▶ PROMPT:
Each line below that carries the string "astype" must appear in the answer.

[Source records]
——
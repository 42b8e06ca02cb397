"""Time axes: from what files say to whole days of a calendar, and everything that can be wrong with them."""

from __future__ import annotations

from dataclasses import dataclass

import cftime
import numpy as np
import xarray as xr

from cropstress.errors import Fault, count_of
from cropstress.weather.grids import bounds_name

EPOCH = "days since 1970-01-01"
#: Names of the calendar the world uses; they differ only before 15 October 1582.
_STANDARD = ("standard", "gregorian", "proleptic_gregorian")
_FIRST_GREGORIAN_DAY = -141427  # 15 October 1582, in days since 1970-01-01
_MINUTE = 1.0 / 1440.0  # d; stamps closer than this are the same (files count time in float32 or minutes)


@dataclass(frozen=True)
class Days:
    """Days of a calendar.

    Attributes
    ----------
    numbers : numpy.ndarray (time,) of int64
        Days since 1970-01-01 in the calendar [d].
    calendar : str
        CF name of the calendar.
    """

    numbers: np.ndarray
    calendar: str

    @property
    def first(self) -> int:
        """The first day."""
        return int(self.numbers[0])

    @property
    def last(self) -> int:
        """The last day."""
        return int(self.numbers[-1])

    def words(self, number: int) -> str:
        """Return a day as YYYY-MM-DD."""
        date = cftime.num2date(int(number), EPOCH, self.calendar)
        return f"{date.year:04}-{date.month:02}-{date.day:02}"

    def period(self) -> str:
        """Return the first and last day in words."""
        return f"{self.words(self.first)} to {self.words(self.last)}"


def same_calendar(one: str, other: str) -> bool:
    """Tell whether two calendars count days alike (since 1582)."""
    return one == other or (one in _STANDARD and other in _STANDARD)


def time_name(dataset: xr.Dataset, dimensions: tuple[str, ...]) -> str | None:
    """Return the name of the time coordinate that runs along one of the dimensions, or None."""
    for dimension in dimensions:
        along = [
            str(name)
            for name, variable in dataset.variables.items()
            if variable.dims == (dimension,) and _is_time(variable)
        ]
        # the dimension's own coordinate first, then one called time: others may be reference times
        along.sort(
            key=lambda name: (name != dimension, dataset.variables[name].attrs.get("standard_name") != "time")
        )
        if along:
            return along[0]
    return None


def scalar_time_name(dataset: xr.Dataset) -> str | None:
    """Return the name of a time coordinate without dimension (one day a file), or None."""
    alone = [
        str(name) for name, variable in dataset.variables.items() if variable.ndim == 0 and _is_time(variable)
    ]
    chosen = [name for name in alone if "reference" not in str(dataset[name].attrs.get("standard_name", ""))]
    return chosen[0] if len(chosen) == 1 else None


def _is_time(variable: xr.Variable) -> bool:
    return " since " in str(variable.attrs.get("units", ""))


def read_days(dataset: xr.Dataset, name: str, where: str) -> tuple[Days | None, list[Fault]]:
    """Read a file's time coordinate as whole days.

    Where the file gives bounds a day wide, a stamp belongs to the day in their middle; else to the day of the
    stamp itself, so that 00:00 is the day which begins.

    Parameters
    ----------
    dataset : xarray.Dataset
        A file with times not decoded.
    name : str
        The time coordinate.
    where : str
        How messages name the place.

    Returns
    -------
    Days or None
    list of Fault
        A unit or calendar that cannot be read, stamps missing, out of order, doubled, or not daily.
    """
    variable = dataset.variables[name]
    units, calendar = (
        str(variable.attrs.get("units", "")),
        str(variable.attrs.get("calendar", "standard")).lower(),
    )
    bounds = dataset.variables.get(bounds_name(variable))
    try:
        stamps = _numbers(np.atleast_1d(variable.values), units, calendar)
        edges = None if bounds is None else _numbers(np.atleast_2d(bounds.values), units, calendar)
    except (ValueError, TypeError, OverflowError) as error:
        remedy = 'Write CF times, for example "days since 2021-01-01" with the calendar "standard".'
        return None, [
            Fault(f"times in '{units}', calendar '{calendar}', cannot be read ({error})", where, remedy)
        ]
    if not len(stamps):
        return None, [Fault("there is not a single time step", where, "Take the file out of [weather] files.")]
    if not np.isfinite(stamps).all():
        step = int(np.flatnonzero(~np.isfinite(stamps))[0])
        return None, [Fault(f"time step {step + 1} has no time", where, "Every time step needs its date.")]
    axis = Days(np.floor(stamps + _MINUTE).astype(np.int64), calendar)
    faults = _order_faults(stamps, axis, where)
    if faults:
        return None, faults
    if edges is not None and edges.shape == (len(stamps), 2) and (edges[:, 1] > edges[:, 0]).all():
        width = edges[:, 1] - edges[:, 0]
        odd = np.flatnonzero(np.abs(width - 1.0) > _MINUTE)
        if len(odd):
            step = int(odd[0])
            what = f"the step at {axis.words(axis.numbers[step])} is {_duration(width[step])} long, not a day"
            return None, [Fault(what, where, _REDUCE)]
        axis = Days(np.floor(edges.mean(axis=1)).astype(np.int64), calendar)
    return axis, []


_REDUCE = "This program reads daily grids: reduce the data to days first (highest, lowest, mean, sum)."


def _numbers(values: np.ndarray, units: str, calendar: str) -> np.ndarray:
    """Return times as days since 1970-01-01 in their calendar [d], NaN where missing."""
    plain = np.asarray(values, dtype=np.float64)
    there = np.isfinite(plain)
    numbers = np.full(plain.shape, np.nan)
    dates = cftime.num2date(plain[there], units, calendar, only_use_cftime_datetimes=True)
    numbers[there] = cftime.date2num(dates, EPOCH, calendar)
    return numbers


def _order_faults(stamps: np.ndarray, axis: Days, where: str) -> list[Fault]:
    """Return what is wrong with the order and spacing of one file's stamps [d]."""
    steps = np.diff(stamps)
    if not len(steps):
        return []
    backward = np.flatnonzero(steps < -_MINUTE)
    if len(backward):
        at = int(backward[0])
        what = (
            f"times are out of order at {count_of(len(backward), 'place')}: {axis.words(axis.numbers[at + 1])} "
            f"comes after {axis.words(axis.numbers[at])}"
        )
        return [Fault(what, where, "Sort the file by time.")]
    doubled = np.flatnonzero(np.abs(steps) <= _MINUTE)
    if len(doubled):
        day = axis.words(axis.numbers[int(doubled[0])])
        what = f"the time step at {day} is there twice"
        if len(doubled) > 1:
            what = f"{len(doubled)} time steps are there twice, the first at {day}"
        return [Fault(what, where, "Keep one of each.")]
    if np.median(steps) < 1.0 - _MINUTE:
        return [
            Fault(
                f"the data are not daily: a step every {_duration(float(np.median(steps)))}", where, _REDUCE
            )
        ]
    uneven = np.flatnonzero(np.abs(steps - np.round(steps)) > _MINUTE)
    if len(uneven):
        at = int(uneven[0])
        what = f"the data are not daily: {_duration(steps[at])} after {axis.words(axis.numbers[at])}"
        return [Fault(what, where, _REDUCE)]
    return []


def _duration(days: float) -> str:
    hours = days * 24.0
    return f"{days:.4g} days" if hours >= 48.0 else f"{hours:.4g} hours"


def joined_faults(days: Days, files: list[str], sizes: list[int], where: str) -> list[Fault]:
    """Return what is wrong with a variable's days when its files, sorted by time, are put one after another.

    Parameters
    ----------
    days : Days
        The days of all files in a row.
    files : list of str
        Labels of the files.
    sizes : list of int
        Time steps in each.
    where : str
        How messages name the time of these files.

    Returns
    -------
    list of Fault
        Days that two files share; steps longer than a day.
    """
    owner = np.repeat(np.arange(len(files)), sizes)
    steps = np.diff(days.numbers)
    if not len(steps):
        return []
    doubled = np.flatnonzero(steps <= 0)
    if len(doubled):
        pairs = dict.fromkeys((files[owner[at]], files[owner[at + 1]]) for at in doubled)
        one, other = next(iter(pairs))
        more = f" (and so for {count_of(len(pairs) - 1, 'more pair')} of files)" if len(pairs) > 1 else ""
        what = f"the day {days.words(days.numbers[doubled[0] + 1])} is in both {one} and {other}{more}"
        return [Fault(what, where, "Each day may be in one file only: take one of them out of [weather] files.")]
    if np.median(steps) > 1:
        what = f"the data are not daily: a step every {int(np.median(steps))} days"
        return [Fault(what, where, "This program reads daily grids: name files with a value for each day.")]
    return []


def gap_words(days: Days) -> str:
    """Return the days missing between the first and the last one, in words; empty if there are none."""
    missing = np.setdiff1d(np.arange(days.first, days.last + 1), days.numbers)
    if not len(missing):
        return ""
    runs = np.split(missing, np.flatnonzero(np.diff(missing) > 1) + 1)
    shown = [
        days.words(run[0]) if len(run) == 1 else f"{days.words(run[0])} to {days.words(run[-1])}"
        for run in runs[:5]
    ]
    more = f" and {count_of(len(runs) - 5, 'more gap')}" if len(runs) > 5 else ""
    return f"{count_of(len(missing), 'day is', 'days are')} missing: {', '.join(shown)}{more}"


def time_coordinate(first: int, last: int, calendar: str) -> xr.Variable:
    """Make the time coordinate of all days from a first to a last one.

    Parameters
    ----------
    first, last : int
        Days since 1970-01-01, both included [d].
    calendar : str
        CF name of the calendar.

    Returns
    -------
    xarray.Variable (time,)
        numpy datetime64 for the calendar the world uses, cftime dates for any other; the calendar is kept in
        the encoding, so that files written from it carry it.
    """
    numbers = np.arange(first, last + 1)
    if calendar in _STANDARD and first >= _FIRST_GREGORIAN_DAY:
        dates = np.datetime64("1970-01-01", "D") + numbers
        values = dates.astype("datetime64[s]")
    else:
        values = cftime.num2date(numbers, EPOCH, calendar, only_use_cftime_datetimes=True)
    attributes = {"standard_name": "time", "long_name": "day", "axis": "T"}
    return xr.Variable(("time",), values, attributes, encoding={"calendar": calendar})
——
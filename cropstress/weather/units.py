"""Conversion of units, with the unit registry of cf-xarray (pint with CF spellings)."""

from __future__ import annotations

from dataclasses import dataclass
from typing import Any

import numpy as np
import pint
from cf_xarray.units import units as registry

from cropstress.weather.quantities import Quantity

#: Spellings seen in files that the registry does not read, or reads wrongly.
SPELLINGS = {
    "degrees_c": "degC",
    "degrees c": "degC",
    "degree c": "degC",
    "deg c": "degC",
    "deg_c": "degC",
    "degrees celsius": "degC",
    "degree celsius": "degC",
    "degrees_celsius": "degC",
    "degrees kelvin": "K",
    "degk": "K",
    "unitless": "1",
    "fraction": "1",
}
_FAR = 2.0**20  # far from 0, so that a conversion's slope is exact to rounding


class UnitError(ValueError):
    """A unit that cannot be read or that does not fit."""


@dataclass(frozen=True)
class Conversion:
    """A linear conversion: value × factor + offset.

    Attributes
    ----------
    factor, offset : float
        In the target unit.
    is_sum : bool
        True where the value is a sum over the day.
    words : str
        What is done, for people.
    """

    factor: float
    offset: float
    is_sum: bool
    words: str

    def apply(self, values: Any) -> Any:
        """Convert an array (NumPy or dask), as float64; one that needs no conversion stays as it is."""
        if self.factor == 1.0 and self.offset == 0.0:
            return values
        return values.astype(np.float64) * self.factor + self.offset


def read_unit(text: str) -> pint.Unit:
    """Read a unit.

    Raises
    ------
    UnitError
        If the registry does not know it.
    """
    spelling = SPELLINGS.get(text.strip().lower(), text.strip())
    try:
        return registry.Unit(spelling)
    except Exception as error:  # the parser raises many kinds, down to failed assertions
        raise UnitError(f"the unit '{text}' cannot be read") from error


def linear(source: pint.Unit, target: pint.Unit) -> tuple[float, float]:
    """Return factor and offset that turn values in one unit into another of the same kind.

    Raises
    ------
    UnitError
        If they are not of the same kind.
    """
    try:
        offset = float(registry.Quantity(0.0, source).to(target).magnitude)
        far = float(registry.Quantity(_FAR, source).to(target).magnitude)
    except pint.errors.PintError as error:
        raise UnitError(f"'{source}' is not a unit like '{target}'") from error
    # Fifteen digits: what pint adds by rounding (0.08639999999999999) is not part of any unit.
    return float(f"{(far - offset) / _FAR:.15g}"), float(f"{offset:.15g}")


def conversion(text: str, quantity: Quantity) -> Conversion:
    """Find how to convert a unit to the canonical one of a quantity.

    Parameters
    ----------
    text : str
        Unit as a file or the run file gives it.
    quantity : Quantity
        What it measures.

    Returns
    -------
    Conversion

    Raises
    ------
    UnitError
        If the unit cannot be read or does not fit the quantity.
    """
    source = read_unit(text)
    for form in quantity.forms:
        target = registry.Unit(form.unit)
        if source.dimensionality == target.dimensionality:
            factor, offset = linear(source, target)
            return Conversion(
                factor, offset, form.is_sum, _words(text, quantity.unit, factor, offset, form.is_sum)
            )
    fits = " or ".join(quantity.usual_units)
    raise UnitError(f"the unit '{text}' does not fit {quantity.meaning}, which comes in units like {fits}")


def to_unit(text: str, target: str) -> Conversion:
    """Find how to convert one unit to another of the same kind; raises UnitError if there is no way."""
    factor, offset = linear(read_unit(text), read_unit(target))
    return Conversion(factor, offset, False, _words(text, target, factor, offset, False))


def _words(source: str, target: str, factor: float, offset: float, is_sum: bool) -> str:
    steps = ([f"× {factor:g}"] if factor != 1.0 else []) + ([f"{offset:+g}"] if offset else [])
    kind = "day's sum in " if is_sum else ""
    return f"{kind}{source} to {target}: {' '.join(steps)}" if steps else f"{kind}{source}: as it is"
——
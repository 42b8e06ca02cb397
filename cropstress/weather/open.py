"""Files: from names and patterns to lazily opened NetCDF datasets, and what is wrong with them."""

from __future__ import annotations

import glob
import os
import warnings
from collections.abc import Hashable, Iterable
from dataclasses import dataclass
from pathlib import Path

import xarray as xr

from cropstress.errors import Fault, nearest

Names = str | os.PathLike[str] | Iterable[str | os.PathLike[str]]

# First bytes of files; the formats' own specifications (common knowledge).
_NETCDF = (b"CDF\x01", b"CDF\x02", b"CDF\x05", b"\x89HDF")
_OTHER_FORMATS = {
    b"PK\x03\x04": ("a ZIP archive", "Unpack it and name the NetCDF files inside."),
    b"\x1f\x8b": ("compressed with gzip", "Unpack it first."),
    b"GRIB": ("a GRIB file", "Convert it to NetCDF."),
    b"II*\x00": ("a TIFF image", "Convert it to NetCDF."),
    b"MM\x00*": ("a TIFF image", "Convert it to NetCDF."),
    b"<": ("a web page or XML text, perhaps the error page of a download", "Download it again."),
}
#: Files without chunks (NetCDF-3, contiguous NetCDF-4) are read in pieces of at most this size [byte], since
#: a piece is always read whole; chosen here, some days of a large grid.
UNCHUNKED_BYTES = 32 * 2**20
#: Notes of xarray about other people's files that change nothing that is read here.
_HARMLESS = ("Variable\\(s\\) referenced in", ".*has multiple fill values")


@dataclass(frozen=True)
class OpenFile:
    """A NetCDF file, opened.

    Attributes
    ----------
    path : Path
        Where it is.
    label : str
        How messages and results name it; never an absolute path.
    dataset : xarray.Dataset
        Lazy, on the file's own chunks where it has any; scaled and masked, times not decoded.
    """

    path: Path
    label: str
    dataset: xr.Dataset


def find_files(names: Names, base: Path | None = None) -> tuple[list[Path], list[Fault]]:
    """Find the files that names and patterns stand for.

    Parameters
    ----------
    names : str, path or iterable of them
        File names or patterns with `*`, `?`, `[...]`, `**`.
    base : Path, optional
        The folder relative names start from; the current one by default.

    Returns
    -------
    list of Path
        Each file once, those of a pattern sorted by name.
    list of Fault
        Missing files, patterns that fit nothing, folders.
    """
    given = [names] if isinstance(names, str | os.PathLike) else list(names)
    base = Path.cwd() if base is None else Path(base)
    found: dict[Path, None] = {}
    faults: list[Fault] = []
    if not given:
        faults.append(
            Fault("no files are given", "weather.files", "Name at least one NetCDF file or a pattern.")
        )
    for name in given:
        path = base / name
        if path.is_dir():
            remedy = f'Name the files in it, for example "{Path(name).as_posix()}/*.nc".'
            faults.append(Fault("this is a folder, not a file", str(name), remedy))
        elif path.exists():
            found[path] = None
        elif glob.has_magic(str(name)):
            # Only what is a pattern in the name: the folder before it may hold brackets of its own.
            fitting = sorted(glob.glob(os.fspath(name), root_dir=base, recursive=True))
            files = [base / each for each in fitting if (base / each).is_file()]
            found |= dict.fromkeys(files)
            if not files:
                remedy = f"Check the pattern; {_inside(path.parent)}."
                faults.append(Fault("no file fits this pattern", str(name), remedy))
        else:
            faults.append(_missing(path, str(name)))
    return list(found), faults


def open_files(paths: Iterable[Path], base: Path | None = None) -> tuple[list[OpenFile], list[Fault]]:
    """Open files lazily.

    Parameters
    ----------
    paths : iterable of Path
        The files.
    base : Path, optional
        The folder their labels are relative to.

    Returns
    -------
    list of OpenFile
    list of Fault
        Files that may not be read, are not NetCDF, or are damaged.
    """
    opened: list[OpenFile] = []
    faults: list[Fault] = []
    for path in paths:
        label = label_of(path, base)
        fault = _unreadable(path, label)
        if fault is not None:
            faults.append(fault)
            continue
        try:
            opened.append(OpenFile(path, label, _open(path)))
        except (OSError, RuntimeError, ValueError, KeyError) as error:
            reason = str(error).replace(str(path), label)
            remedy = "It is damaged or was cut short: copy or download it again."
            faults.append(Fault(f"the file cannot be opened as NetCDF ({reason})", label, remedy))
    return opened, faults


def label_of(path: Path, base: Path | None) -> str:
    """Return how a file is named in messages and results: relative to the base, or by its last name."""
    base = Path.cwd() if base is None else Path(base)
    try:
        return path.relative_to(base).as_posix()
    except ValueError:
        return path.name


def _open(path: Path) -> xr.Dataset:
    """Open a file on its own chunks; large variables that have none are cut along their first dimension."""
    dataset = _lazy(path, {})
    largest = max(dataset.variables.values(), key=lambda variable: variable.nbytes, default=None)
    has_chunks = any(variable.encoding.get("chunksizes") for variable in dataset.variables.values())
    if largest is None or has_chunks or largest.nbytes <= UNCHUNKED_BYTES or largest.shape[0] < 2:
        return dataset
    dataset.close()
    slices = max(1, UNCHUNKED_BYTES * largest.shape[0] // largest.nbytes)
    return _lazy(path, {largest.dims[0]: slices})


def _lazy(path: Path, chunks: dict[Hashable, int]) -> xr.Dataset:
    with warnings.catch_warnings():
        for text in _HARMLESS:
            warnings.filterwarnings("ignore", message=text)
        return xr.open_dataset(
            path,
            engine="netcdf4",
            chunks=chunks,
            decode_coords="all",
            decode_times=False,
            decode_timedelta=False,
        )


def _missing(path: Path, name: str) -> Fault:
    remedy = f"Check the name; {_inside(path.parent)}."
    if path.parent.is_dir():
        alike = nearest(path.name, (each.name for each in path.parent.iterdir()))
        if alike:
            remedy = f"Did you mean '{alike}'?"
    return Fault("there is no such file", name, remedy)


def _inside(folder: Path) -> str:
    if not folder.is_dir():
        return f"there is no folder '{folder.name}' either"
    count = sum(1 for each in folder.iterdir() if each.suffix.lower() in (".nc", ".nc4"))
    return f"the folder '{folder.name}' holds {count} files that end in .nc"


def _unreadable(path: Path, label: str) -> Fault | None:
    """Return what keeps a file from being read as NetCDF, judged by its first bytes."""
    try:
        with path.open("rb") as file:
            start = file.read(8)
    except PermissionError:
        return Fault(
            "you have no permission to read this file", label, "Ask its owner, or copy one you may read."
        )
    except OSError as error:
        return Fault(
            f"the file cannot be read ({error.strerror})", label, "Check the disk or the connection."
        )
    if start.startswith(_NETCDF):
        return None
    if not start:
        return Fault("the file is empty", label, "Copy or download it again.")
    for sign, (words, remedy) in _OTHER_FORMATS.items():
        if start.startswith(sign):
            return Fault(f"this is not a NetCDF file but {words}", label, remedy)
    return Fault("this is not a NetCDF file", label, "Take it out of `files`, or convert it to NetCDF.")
——
▶ RESULT FOR THIS EXERCISE:
    axis = Days(np.floor(stamps + _MINUTE).astype(np.int64), calendar)
        axis = Days(np.floor(edges.mean(axis=1)).astype(np.int64), calendar)
        values = dates.astype("datetime64[s]")
        return values.astype(np.float64) * self.factor + self.offset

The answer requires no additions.